Monday, October 15, 2012

Learncation

Left with no soccer, tennis, or pretty much any other kid activity because of the Columbus Day holiday, we decided to do something other than go to brunch and regret not going anywhere. My lovely wife and I had talked for some time about a trip to Washington DC, given that our nation’s capital sits just a pinch away on the map and given that we have a hard time (and little history) with leisure. So we went to DC on what we called, just half-jokingly, a “learncation.”

Getting there proved absurdly easy: Amtrak runs from downtown New York (Penn Station) to Union Station, which sits (perpetually under construction) a few blocks behind the Capitol. The ride was a pleasant one; Q and The Boy especially liked the walk to the cafe car for pretzels as the train banked into corners, which felt like crossing a rope bridge in the wind. The free wifi was nice, too, when it worked.

Q and The Boy have been raised urban and feel at ease in cities, which makes cities easy. Besides, Q often gets car sick, so we usually opt for walking and public transportation over taxis and cars. (We chuckled at a chinaware foot in our hotel’s gift shop that read “I walked my feet off in Washington DC!” — the hotel we walked over a mile to from Union Station.) We ate in their Chinatown; we rode and compared public transportation. (The kids couldn’t believe that we had to wait 20 minutes for our Metro train and that at some stops the train lazed in the station for three whole minutes.) We also noted how the countdowns to cross DC streets started so much higher than in New York; 70 seconds seemed downright luxurious.

But we came for what only DC has. After checking into the hotel on Saturday, we walked down New York Ave. to the back of the White House and took pictures, like everyone else, of our president’s house. We circled around to the iconic front, and The Boy took some great shots of the lawn and fountain with my wife’s big camera while we talked loosely about Q’s moving into that place someday. After a little more walking around the White House area, we hit Georgetown, where we ate outside along the Potomac as the sun went out of session and jets etched the blue glass of the sky. An hour or so in the pool back at the hotel, and we were done for the day.

We kept the pace up over the next few days despite the rain and cold. We let the weather work itself out while we spent a good chunk of Sunday being amazed by the Smithsonian Air & Space Museum. We went to the Jefferson Memorial (which we end up calling, for some reason, “TJ’s Place”), and walked from there along the Tidal Basin up through the FDR and MLK Memorials, both big and heavy and more modern in design, to the Lincoln Memorial and the Vietnam Veterans Memorial.

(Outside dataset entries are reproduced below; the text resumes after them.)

package fieldwright.field;

import java.util.ArrayList;
import java.util.List;

import fieldwright.charge.Charge;
import fieldwright.charge.ChargedPolyline;
import fieldwright.charge.Source;
import fieldwright.charge.Surroundings;
import fieldwright.formula.Formula;
import fieldwright.geometry.Bodies;
import fieldwright.geometry.Chart;
import fieldwright.geometry.CoordinateSystem;
import fieldwright.geometry.Frame;
import fieldwright.geometry.NodeFunction;
import fieldwright.geometry.Nodes;
import fieldwright.geometry.Region;
import fieldwright.quantity.Amount;
import fieldwright.quantity.Place;
import fieldwright.quantity.Units;

/**
 * One part of what is integrated over: a line, surface or volume with its charge, a path with its tangent, a surface with its normal, or
 * one face of a volume. Parameters run over the unit box; an {@link #elements element} is the charge (C), the path (m) or the area
 * (m²) per unit of the parameters.
 */
final class Domain {
    private enum Kind { CHARGE, PATH, AREA }

    private final Kind kind;
    private final Chart chart;
    private final Frame frame;
    private final NodeFunction weight;
    private final boolean triangle;
    private final double[][] breaks;
    /** Depth held: at an end for a face of a volume, the azimuth where nothing depends on it; −1 otherwise. */
    private final int held;
    private final double at;
    private final double sign;
    private final Chart.Anchor anchor;
    private final Nodes nodes = new Nodes();
    private final double[][] du = new double[3][Nodes.BLOCK];
    private final double[] density = new double[Nodes.BLOCK];

    private Domain(Kind kind, Chart chart, Frame frame, NodeFunction weight, boolean triangle, double[][] breaks, int held, double at, double sign) {
        this.kind = kind;
        this.chart = chart;
        this.frame = frame;
        this.weight = weight;
        this.triangle = triangle;
        this.breaks = breaks;
        this.held = held;
        this.at = at;
        this.sign = sign;
        double[] middle = new double[chart.dimension()];
        java.util.Arrays.fill(middle, 0.5);
        if (held >= 0) {
            middle[held] = at;
        }
        anchor = chart.anchor(middle);
    }

    /**
     * Parts of spread charge; endless uniform ones must have been refused.
     * {@code turned}: what is summed does not depend on the azimuth phi, which is left out of surfaces and volumes.
     */
    static List<Domain> charge(Source source, boolean turned) {
        List<Domain> all = new ArrayList<>();
        if (source instanceof ChargedPolyline line) {
            sides(line).forEach(side -> all.addAll(charge(side, false)));
            return all;
        }
        for (Patch p : Compiled.of(source, ClosedForms.OFF).patches) {
            int held = turned && p.dimension() > 1 ? azimuth(p.chart()) : -1;
            all.add(new Domain(Kind.CHARGE, p.chart(), p.frame(), p.weight(), p.triangle(), p.breaks(), held, 0.5, 1));
        }
        return all;
    }

    private static List<Source> sides(ChargedPolyline line) {
        double[][] c = line.corners();
        double[] from = line.atStart();
        double[] to = line.atEnd();
        List<Source> all = new ArrayList<>();
        for (int i = 0; i < from.length; i++) {
            Place a = new Place(c[0][i], c[1][i], c[2][i]);
            Place b = new Place(c[0][i + 1], c[1][i + 1], c[2][i + 1]);
            if (!a.equals(b)) {
                Formula density = density(from[i]).plus(density(to[i] - from[i]).times(Formula.variable("u")));
                all.add(Charge.of(Bodies.rod(a, b), density));
            }
        }
        return all;
    }

    private static Formula density(double si) {
        return Formula.constant(Amount.si(si, 0, Units.LINE_DENSITY));
    }

    private static int azimuth(Chart chart) {
        for (int k = 0; k < chart.dimension(); k++) {
            if (chart.coordinates().get(chart.coordinateOf(k)).equals("phi")) {
                return k;
            }
        }
        return -1;
    }

    /** A line, along its parameter. */
    static List<Domain> path(Region line) {
        List<Domain> all = new ArrayList<>();
        for (Region.PlacedChart part : line.charts()) {
            all.add(new Domain(Kind.PATH, part.chart(), part.frame(), null, false, null, -1, 0, 1));
        }
        return all;
    }

    /**
     * A surface, or the boundary of a volume. The normal of a surface points where its fixed coordinate grows; that of a parametric surface
     * or polygon is right-handed about its parameters or corners in the order stated; that of a volume points outwards.
     */
    static List<Domain> area(Region region) {
        List<Domain> all = new ArrayList<>();
        for (Region.PlacedChart part : region.charts()) {
            if (region.dimension() == 2) {
                all.add(new Domain(Kind.AREA, part.chart(), part.frame(), null, false, null, -1, 0, orientation(part.chart())));
            } else {
                faces(part, all);
            }
        }
        return all;
    }

    private static double orientation(Chart chart) {
        CoordinateSystem system = chart.system();
        if (system == null) {
            return chart.coordinateOf(0) < chart.coordinateOf(1) ? 1 : -1;
        }
        double[] u = {0.41, 0.43};
        Chart.Anchor a = chart.anchor(u);
        Nodes nodes = new Nodes();
        chart.evaluate(a, new double[2][Nodes.BLOCK], 1, nodes);
        int fixed = 3 - chart.coordinateOf(0) - chart.coordinateOf(1);
        double[] n = Vectors.cross(tangent(nodes, 0, 0), tangent(nodes, 1, 0));
        return Vectors.dot(n, growing(system, fixed, a.position())) < 0 ? -1 : 1;
    }

    private static double[] growing(CoordinateSystem system, int coordinate, double[] p) {
        double phi = Math.atan2(p[1], p[0]);
        double theta = Math.atan2(Math.sqrt(p[0] * p[0] + p[1] * p[1]), p[2]);
        double[] r = {Math.sin(theta) * Math.cos(phi), Math.sin(theta) * Math.sin(phi), Math.cos(theta)};
        return switch (system.names().get(coordinate)) {
            case "x" -> new double[] {1, 0, 0};
            case "y" -> new double[] {0, 1, 0};
            case "z" -> new double[] {0, 0, 1};
            case "rho" -> new double[] {Math.cos(phi), Math.sin(phi), 0};
            case "phi" -> new double[] {-Math.sin(phi), Math.cos(phi), 0};
            case "r" -> r;
            default -> new double[] {Math.cos(theta) * Math.cos(phi), Math.cos(theta) * Math.sin(phi), -Math.sin(theta)};
        };
    }

    private static void faces(Region.PlacedChart part, List<Domain> all) {
        Chart chart = part.chart();
        int hand = chart.handedness(new Nodes());
        for (int k = 0; k < 3; k++) {
            Domain low = face(part, k, 0, -hand);
            Domain high = face(part, k, 1, hand);
            boolean seam = low.distanceTo(high) <= 1e-12 * low.size();
            if (!seam && !chart.closesAt(k, false) && !low.isCollapsed()) {
                all.add(low);
            }
            if (!seam && !chart.closesAt(k, true) && !high.isCollapsed()) {
                all.add(high);
            }
        }
    }

    private static Domain face(Region.PlacedChart part, int depth, double at, double sign) {
        return new Domain(Kind.AREA, part.chart(), part.frame(), null, false, null, depth, at, sign);
    }

    private static final double[][] SPOTS = {{0.31, 0.37}, {0.71, 0.23}, {0.43, 0.83}};

    private double distanceTo(Domain other) {
        double most = 0;
        for (double[] spot : SPOTS) {
            most = Math.max(most, Vectors.norm(Vectors.minus(place(spot), other.place(spot))));
        }
        return most;
    }

    /** Largest distance between three places of it (m). */
    double size() {
        double[] a = place(SPOTS[0]);
        double[] b = place(SPOTS[1]);
        double[] c = place(SPOTS[2]);
        return Math.max(Vectors.norm(Vectors.minus(a, b)), Math.max(Vectors.norm(Vectors.minus(a, c)), Vectors.norm(Vectors.minus(b, c))));
    }

    /** Whether a field may bend within a domain's size: on a coarse lattice a place of a source, or a wall, comes within {@code near} sizes. */
    static boolean isNear(List<Domain> domains, List<Source> others, Surroundings around, double near) {
        List<double[]> here = new ArrayList<>();
        domains.forEach(d -> d.lattice(here));
        double size = 0;
        for (double[] p : here) {
            size = Math.max(size, Vectors.norm(Vectors.minus(p, here.get(0))));
        }
        for (double[] p : here) {
            if (around != null && Images.clearance(around, p) < near * size) {
                return true;
            }
        }
        List<double[]> there = new ArrayList<>();
        for (Source other : others) {
            if (Elements.dimension(other) == 0) {
                Elements.points(other).forEach(p -> there.add(p.at()));
            } else if (Elements.isEndless(other)) {
                return true;
            } else {
                charge(other, false).forEach(d -> d.lattice(there));
            }
        }
        for (double[] p : here) {
            for (double[] q : there) {
                if (Vectors.norm(Vectors.minus(p, q)) < near * size) {
                    return true;
                }
            }
        }
        return false;
    }

    /** Adds places spread over it, ends among them. */
    private void lattice(List<double[]> places) {
        int side = 5;
        int d = dimension();
        int total = (int) Math.round(Math.pow(side, d));
        for (int i = 0; i < total; i++) {
            double[] t = new double[d];
            int rest = i;
            for (int k = 0; k < d; k++) {
                t[k] = rest % side / (side - 1.0);
                rest /= side;
            }
            places.add(place(t));
        }
    }

    private boolean isCollapsed() {
        double[][] t = {{SPOTS[0][0], SPOTS[1][0], SPOTS[2][0]}, {SPOTS[0][1], SPOTS[1][1], SPOTS[2][1]}};
        elements(t, 3);
        double most = 0;
        for (int i = 0; i < 3; i++) {
            most = Math.max(most, Vectors.norm(new double[] {element[0][i], element[1][i], element[2][i]}));
        }
        return !(most > 1e-14 * size() * size());
    }

    int dimension() {
        return held >= 0 ? chart.dimension() - 1 : chart.dimension();
    }

    /** Where the density bends, by parameter; 0 and 1 at least. */
    double[] breaks(int depth) {
        return breaks == null ? new double[] {0, 1} : breaks[held >= 0 && depth >= held ? depth + 1 : depth];
    }

    /** Position (m, sheet) at parameters. */
    double[] place(double... t) {
        double[] u = new double[chart.dimension()];
        for (int k = 0; k < u.length; k++) {
            u[k] = k == held ? at : t[depthOf(k)];
        }
        if (triangle) {
            u[1] *= 1 - u[0];
        }
        return frame.toSheet(chart.anchor(u).position());
    }

    private int depthOf(int k) {
        return held >= 0 && k > held ? k - 1 : k;
    }

    /** Results of {@link #elements}: position by place[axis][i], element by element[·][i] (charge: element[0] only). */
    final double[][] place = new double[3][Nodes.BLOCK];
    final double[][] element = new double[3][Nodes.BLOCK];

    /** Positions and elements at a block of parameters t[k][i]. */
    void elements(double[][] t, int n) {
        double[] u0 = anchor.u();
        for (int k = 0; k < chart.dimension(); k++) {
            double[] from = k == held ? null : t[depthOf(k)];
            for (int i = 0; i < n; i++) {
                double u = from == null ? at : from[i];
                du[k][i] = (triangle && k == 1 ? u * (1 - t[0][i]) : u) - u0[k];
            }
        }
        chart.evaluate(anchor, du, n, nodes);
        for (int i = 0; i < n; i++) {
            double[] own = new double[3];
            for (int a = 0; a < 3; a++) {
                own[a] = anchor.position()[a] + nodes.offset[a][i];
            }
            double[] p = frame.toSheet(own);
            for (int a = 0; a < 3; a++) {
                place[a][i] = p[a];
            }
        }
        if (kind == Kind.CHARGE) {
            weight.evaluate(nodes, anchor.position(), n, density);
            for (int i = 0; i < n; i++) {
                double m = nodes.measure[i] * (triangle ? 1 - t[0][i] : 1);
                element[0][i] = m == 0 ? 0 : density[i] * m;
            }
            return;
        }
        for (int i = 0; i < n; i++) {
            double[] own = kind == Kind.PATH ? tangent(nodes, 0, i)
                : held < 0 ? Vectors.cross(tangent(nodes, 0, i), tangent(nodes, 1, i))
                : Vectors.cross(tangent(nodes, (held + 1) % 3, i), tangent(nodes, (held + 2) % 3, i));
            double[] e = frame.directionToSheet(own);
            for (int a = 0; a < 3; a++) {
                element[a][i] = sign * e[a];
            }
        }
    }

    private static double[] tangent(Nodes nodes, int k, int i) {
        double[][] t = nodes.tangent[k];
        return new double[] {t[0][i], t[1][i], t[2][i]};
    }
}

That’s a lot of remembering. But the most memorable experience was visiting the Lincoln Memorial at night. The far west end of the Mall isn’t that well lit, and the cloud cover kept the sky from helping out. Everything was glossy in the wet dark. The Lincoln Memorial glowed gloriously, as did the Washington Monument, looking like an angel’s sword. The Reflecting Pool between the two structures made the sky and the ground a single thing. It was all by design, presumably — it’s called the “Reflecting Pool,” after all — but no less striking because of that, and that rectangle of water made clear why we use ‘reflecting’ to describe a kind of thinking. We all felt both small and a part of something larger than our largest selves.

That was the moment we came for. Q and The Boy, their minds already galloping forward, can now begin really grappling more with ideas. What is a government, and what does and should it do? What is democracy? What does it mean to be free (and enslaved)? What is a law and the rule of law? What obligations do Americans have to their nation (if any)? Ideas usually have facts and things as their biggest handles, so you go look at heavy buildings and statues, and you start learning the facts. Before the train home, you roll your suitcase past the Supreme Court building and the Capitol. You keep quizzing your kids on the three branches of government and their inhabitants until they reliably get it right.

We hope that they will, eventually, be able to take up these big ideas as ideas, and then look back through them at all the marble. We hope they see how this country, like DC, is such a hodgepodge of ideas — Greek, Roman, European, even an Egyptian-inspired obelisk visible from all points like an upturned nail. We hope that they can someday trace the fairly direct line from our cab driver to the Lincoln Memorial and the words cut on its wall. And we hope they will themselves pick up on the distance that can open up between these ideas and their instantiations, perhaps in the remarkable number of homeless people in the cold and rain, in the consistent differences between the drivers and riders of taxis and buses.

And so we begin by taking the train, standing under tall statues, reciting “legislative, executive, and judicial,” swimming in the hotel pool.

We begin by sitting in between the columns; we begin making columns of ourselves. And so we begin.